> _Provided records_

package raster

import (
	"encoding/xml"
	"errors"
	"fmt"
	"maps"
	"os"
	"path/filepath"
	"regexp"
	"slices"
	"strconv"
	"strings"
)

// The Sentinel-2 Level-2A product as ESA delivers it (a folder
// S2x_MSIL2A_..._N05xx_....SAFE): the metadata file MTD_MSIL2A.xml at its
// root and the band files under GRANULE/<granule>/IMG_DATA/R10m, R20m and
// R60m, named <tile>_<sensing time>_<band>_<resolution>.jp2. The element
// names read here follow ESA's Sentinel-2 Products Specification Document
// (S2-PDGS-TAS-DI-PSD), Level-2A user product, as GDAL's SENTINEL2 driver
// reads them too; bottom-of-atmosphere reflectance is
//
//	rho = (DN + BOA_ADD_OFFSET) / BOA_QUANTIFICATION_VALUE
//
// with the per-band additive offset (-1000) introduced by processing
// baseline 04.00 and absent (zero) before it (ESA, "Sentinel-2 L2A
// product format specification", processing baseline 04.00 notes).

// S2Metadata is what bandfold reads of a Level-2A product's MTD_MSIL2A.xml.
type S2Metadata struct {
	// Path is the metadata file, Root the product folder holding it.
	Path, Root string
	// Spacecraft is SPACECRAFT_NAME ("Sentinel-2A"), SensingStart
	// DATATAKE_SENSING_START (or PRODUCT_START_TIME) as written.
	Spacecraft, SensingStart string
	// Baseline is PROCESSING_BASELINE ("05.09").
	Baseline string
	// Quantification is BOA_QUANTIFICATION_VALUE.
	Quantification float64
	// Bands are the product's spectral bands by file-name band ("B02",
	// "B8A"), with their BOA_ADD_OFFSET (0 where the product gives none).
	Bands map[string]S2Band
	// Images are the IMAGE_FILE entries: band files relative to Root,
	// without their extension.
	Images []string
}

// S2Band is one spectral band of a Sentinel-2 product.
type S2Band struct {
	// ID is the band's bandId (0-12); Offset its BOA_ADD_OFFSET.
	ID     int
	Offset float64
	// Resolution is the band's native resolution in metres.
	Resolution int
	// Range is the band's wavelength range (MIN to MAX) and CentreNM its
	// CENTRAL wavelength, in nanometres.
	Range    SpectralRange
	CentreNM float64
}

// S2DefaultBands are the bands a product folder stands for when no band
// is selected: the ten surface bands at 10 and 20 m (the 60 m bands B01,
// B09 and B10 sample the atmosphere).
var S2DefaultBands = []string{"B02", "B03", "B04", "B05", "B06", "B07", "B08", "B8A", "B11", "B12"}

// s2Document is the part of MTD_MSIL2A.xml read; element paths are given
// without their namespace prefix, as encoding/xml matches local names.
type s2Document struct {
	XMLName     xml.Name `xml:"Level-2A_User_Product"`
	ProductInfo struct {
		StartTime string `xml:"PRODUCT_START_TIME"`
		Baseline  string `xml:"PROCESSING_BASELINE"`
		Datatake  struct {
			Spacecraft   string `xml:"SPACECRAFT_NAME"`
			SensingStart string `xml:"DATATAKE_SENSING_START"`
		} `xml:"Datatake"`
		Images []string `xml:"Product_Organisation>Granule_List>Granule>IMAGE_FILE"`
	} `xml:"General_Info>Product_Info"`
	Image struct {
		Quantification string `xml:"QUANTIFICATION_VALUES_LIST>BOA_QUANTIFICATION_VALUE"`
		Offsets        []struct {
			BandID string `xml:"band_id,attr"`
			Value  string `xml:",chardata"`
		} `xml:"BOA_ADD_OFFSET_VALUES_LIST>BOA_ADD_OFFSET"`
		Spectral []struct {
			BandID     string `xml:"bandId,attr"`
			Physical   string `xml:"physicalBand,attr"`
			Resolution string `xml:"RESOLUTION"`
			Min        string `xml:"Wavelength>MIN"`
			Max        string `xml:"Wavelength>MAX"`
			Central    string `xml:"Wavelength>CENTRAL"`
		} `xml:"Spectral_Information_List>Spectral_Information"`
	} `xml:"General_Info>Product_Image_Characteristics"`
}

// S2MetadataName is the name of a Level-2A product's metadata file.
const S2MetadataName = "MTD_MSIL2A.xml"

// ReadS2Metadata reads a Level-2A MTD_MSIL2A.xml. BOA_QUANTIFICATION_VALUE
// and the spectral information must be present; errors name the file and
// the element.
func ReadS2Metadata(path string) (*S2Metadata, error) {
	data, err := readSmallFile(path, maxMTLSize)
	if err != nil {
		return nil, err
	}
	return parseS2Metadata(path, data)
}

func parseS2Metadata(path string, data []byte) (*S2Metadata, error) {
	var doc s2Document
	if err := xml.Unmarshal(data, &doc); err != nil {
		return nil, fmt.Errorf("%s: not a Sentinel-2 Level-2A metadata file (%s)", path, xmlProblem(err))
	}
	info := doc.ProductInfo
	m := &S2Metadata{Path: path, Root: filepath.Dir(path), Spacecraft: info.Datatake.Spacecraft, Baseline: info.Baseline,
		SensingStart: firstNonEmpty(info.Datatake.SensingStart, info.StartTime), Bands: map[string]S2Band{}, Images: info.Images}
	var err error
	if m.Quantification, err = s2Number(path, "BOA_QUANTIFICATION_VALUE", doc.Image.Quantification); err != nil {
		return nil, err
	}
	if m.Quantification <= 0 {
		return nil, fmt.Errorf("%s: BOA_QUANTIFICATION_VALUE = %g: want a positive number", path, m.Quantification)
	}
	offsets := map[int]float64{}
	for _, o := range doc.Image.Offsets {
		id, err := strconv.Atoi(strings.TrimSpace(o.BandID))
		if err != nil {
			return nil, fmt.Errorf("%s: BOA_ADD_OFFSET band_id %q is not a band number", path, shorten(o.BandID))
		}
		if offsets[id], err = s2Number(path, "BOA_ADD_OFFSET", o.Value); err != nil {
			return nil, err
		}
	}
	for _, sp := range doc.Image.Spectral {
		if err := m.addBand(sp.BandID, sp.Physical, sp.Resolution, sp.Min, sp.Max, sp.Central, offsets); err != nil {
			return nil, err
		}
	}
	if len(m.Bands) == 0 {
		return nil, fmt.Errorf("%s: no Spectral_Information", path)
	}
	return m, nil
}

// addBand records one Spectral_Information element.
func (m *S2Metadata) addBand(id, physical, resolution, lo, hi, centre string, offsets map[int]float64) error {
	n, err := strconv.Atoi(strings.TrimSpace(id))
	if err != nil {
		return fmt.Errorf("%s: Spectral_Information bandId %q is not a band number", m.Path, shorten(id))
	}
	name := S2BandName(physical)
	if name == "" {
		return fmt.Errorf("%s: Spectral_Information physicalBand %q is not a Sentinel-2 band", m.Path, shorten(physical))
	}
	b := S2Band{ID: n, Offset: offsets[n]}
	values := []*float64{&b.Range.LoNM, &b.Range.HiNM, &b.CentreNM}
	for i, v := range []string{lo, hi, centre} {
		if *values[i], err = s2Number(m.Path, "Wavelength of "+name, v); err != nil {
			return err
		}
	}
	res, err := s2Number(m.Path, "RESOLUTION of "+name, resolution)
	if err != nil {
		return err
	}
	b.Resolution = int(res)
	m.Bands[name] = b
	return nil
}

// S2BandName turns a physicalBand ("B2", "B8A") or a file-name band
// ("B02") into the file-name form ("B02", "B8A"); "" when it is none.
func S2BandName(s string) string {
	s = strings.ToUpper(strings.TrimSpace(s))
	if s == "B8A" {
		return s
	}
	n, err := strconv.Atoi(strings.TrimPrefix(s, "B"))
	if !strings.HasPrefix(s, "B") || err != nil || n < 1 || n > 12 {
		return ""
	}
	return fmt.Sprintf("B%02d", n)
}

func s2Number(path, element, value string) (float64, error) {
	v, err := strconv.ParseFloat(strings.TrimSpace(value), 64)
	if err != nil || v != v {
		if strings.TrimSpace(value) == "" {
			return 0, fmt.Errorf("%s: no %s", path, element)
		}
		return 0, fmt.Errorf("%s: %s = %s is not a number", path, element, shorten(value))
	}
	return v, nil
}

func firstNonEmpty(values ...string) string {
	for _, v := range values {
		if v = strings.TrimSpace(v); v != "" {
			return v
		}
	}
	return ""
}

// xmlProblem says what encoding/xml found wrong, without its package's
// wording of types.
func xmlProblem(err error) string {
	var syn *xml.SyntaxError
	if errors.As(err, &syn) {
		return fmt.Sprintf("XML error at line %d: %s", syn.Line, syn.Msg)
	}
	if strings.Contains(err.Error(), "expected element type") {
		return "its root element is not Level-2A_User_Product"
	}
	return "unreadable XML"
}

// s2FileBand matches a Level-2A band file name: the band and its
// resolution ("T33UUP_20230614T100559_B02_10m.jp2").
var s2FileBand = regexp.MustCompile(`(?i)_(B[0-9]{2}|B8A|SCL|AOT|WVP|TCI)_([0-9]+)m\.(jp2|tif+)$`)

// S2FileBand returns the band and resolution a Level-2A band file's name
// gives; ok is false for other names.
func S2FileBand(path string) (band string, resolution int, ok bool) {
	m := s2FileBand.FindStringSubmatch(filepath.Base(path))
	if m == nil {
		return "", 0, false
	}
	res, _ := strconv.Atoi(m[2])
	return strings.ToUpper(m[1]), res, true
}

// FindS2Metadata returns the MTD_MSIL2A.xml of the product a band file
// belongs to, walking up from the file's folder to the product folder (at
// most four levels: R10m, IMG_DATA, the granule, GRANULE). ok is false when
// the file is not named as a Level-2A band file or no metadata is found.
func FindS2Metadata(bandPath string, read func(string) (*S2Metadata, error)) (m *S2Metadata, ok bool, err error) {
	if _, _, named := S2FileBand(bandPath); !named || IsVirtual(bandPath) {
		return nil, false, nil
	}
	dir := filepath.Dir(bandPath)
	for range 5 {
		candidate := filepath.Join(dir, S2MetadataName)
		if _, statErr := os.Stat(candidate); statErr == nil {
			m, err := read(candidate)
			return m, err == nil, err
		}
		parent := filepath.Dir(dir)
		if parent == dir {
			break
		}
		dir = parent
	}
	return nil, false, nil
}

// s2Cache reads each product's metadata once.
func s2Cache() func(string) (*S2Metadata, error) {
	cache := map[string]*S2Metadata{}
	return func(p string) (*S2Metadata, error) {
		if m, ok := cache[p]; ok {
			return m, nil
		}
		m, err := ReadS2Metadata(p)
		if err == nil {
			cache[p] = m
		}
		return m, err
	}
}

// IsS2Product reports whether path names a Level-2A product: its folder
// (holding MTD_MSIL2A.xml) or that file itself.
func IsS2Product(path string) bool {
	if IsVirtual(path) {
		return false
	}
	if strings.EqualFold(filepath.Base(path), S2MetadataName) {
		return true
	}
	fi, err := os.Stat(path)
	if err != nil || !fi.IsDir() {
		return false
	}
	_, err = os.Stat(filepath.Join(path, S2MetadataName))
	return err == nil
}

// S2ProductFiles returns the band files of the Level-2A product at path
// (its folder or its MTD_MSIL2A.xml) for the bands named (S2DefaultBands
// when none), in that order, each at its finest resolution, and the index of
// the first file at the finest resolution among them: the grid the others
// are aligned onto.
func S2ProductFiles(path string, bands []string) (files []string, finest int, err error) {
	mtd := path
	if !strings.EqualFold(filepath.Base(path), S2MetadataName) {
		mtd = filepath.Join(path, S2MetadataName)
	}
	m, err := ReadS2Metadata(mtd)
	if err != nil {
		return nil, 0, err
	}
	if len(bands) == 0 {
		bands = S2DefaultBands
	}
	best := 0
	for i, want := range bands {
		file, res, err := m.bandFile(want)
		if err != nil {
			return nil, 0, err
		}
		if i == 0 || res < best {
			best, finest = res, i
		}
		files = append(files, file)
	}
	return files, finest, nil
}

// bandFile finds the file of band (any case, "B2" or "B02", or "SCL") at
// its finest resolution among the product's IMAGE_FILE entries.
func (m *S2Metadata) bandFile(band string) (string, int, error) {
	name := S2BandName(band)
	if name == "" {
		name = strings.ToUpper(band)
	}
	best, bestRes := "", 0
	for _, img := range m.Images {
		for _, ext := range []string{".jp2", ".tif"} {
			b, res, ok := S2FileBand(img + ext)
			if !ok || b != name || (best != "" && res >= bestRes) {
				continue
			}
			if p := filepath.Join(m.Root, filepath.FromSlash(img)+ext); fileExists(p) {
				best, bestRes = p, res
			}
		}
	}
	if best == "" {
		known := slices.Sorted(maps.Keys(m.Bands))
		return "", 0, specErr(ErrBandRange, "%s lists no band file of %s that exists (its bands: %s, and SCL)", m.Path, band, strings.Join(known, ", "))
	}
	return best, bestRes, nil
}

func fileExists(p string) bool {
	fi, err := os.Stat(p)
	return err == nil && !fi.IsDir()
}

// AuxSidecar returns GDAL's .aux.xml sidecar of the raster at path (where
// GDAL keeps what the format has no place for: class names and colours,
// wavelengths), and whether there is one.
func AuxSidecar(path string) (string, bool) {
	aux := path + ".aux.xml"
	return aux, fileExists(aux)
}

// s2Spectral names a Sentinel-2 Level-2A band file's band as the product
// does ("B02") and gives it the product's wavelengths; false for other
// files.
func (s *Stack) s2Spectral(b *Band, readS2 func(string) (*S2Metadata, error)) bool {
	m, ok, err := FindS2Metadata(b.Path, readS2)
	if err != nil || !ok || b.Index != 1 {
		return false
	}
	name, _, _ := S2FileBand(b.Path)
	s.addSideFile(m.Path)
	b.Name = name
	band, ok := m.Bands[name]
	if !ok {
		return true // SCL, AOT ...: named, no wavelength
	}
	b.Range, b.WavelengthNM, b.FWHMNM = band.Range, band.CentreNM, band.Range.HiNM-band.Range.LoNM
	b.Product = strings.TrimSpace(m.Spacecraft + " MSI band " + name)
	return true
}

// productNoData gives the bands of Sentinel-2 Level-2A band files without
// a nodata value of their own the product's NODATA value, 0 (ESA's
// Level-2A format: Special_Values NODATA = 0), as --nodata would, so that
// alignment and reading skip the pixels outside the swath.
func (s *Stack) productNoData(overrides []map[int]float64, fileOf, sel []int, readS2 func(string) (*S2Metadata, error)) {
	for k, n := range sel {
		b := &s.Bands[k]
		if b.NoData != nil {
			continue
		}
		if _, ok, err := FindS2Metadata(b.Path, readS2); err != nil || !ok {
			continue
		}
		zero := 0.0
		b.NoData = &zero
		f := fileOf[n-1]
		if overrides[f] == nil {
			overrides[f] = map[int]float64{}
		}
		overrides[f][b.Index-1] = 0
	}
}

// nameProductBands names the bands of Sentinel-2 Level-2A band files as the
// product does ("B02", "SCL"), so that they can be selected by name.
func (s *Stack) nameProductBands(all []Band, readS2 func(string) (*S2Metadata, error)) {
	for i := range all {
		if name, _, ok := S2FileBand(all[i].Path); ok && all[i].Index == 1 {
			if _, found, err := FindS2Metadata(all[i].Path, readS2); err == nil && found {
				all[i].Name = name
			}
		}
	}
}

> _Exercise requirements_
Set aside each line above that includes the string "bandFile" and report it.

> _Answer space_
		file, res, err := m.bandFile(want)
// bandFile finds the file of band (any case, "B2" or "B02", or "SCL") at
func (m *S2Metadata) bandFile(band string) (string, int, error) {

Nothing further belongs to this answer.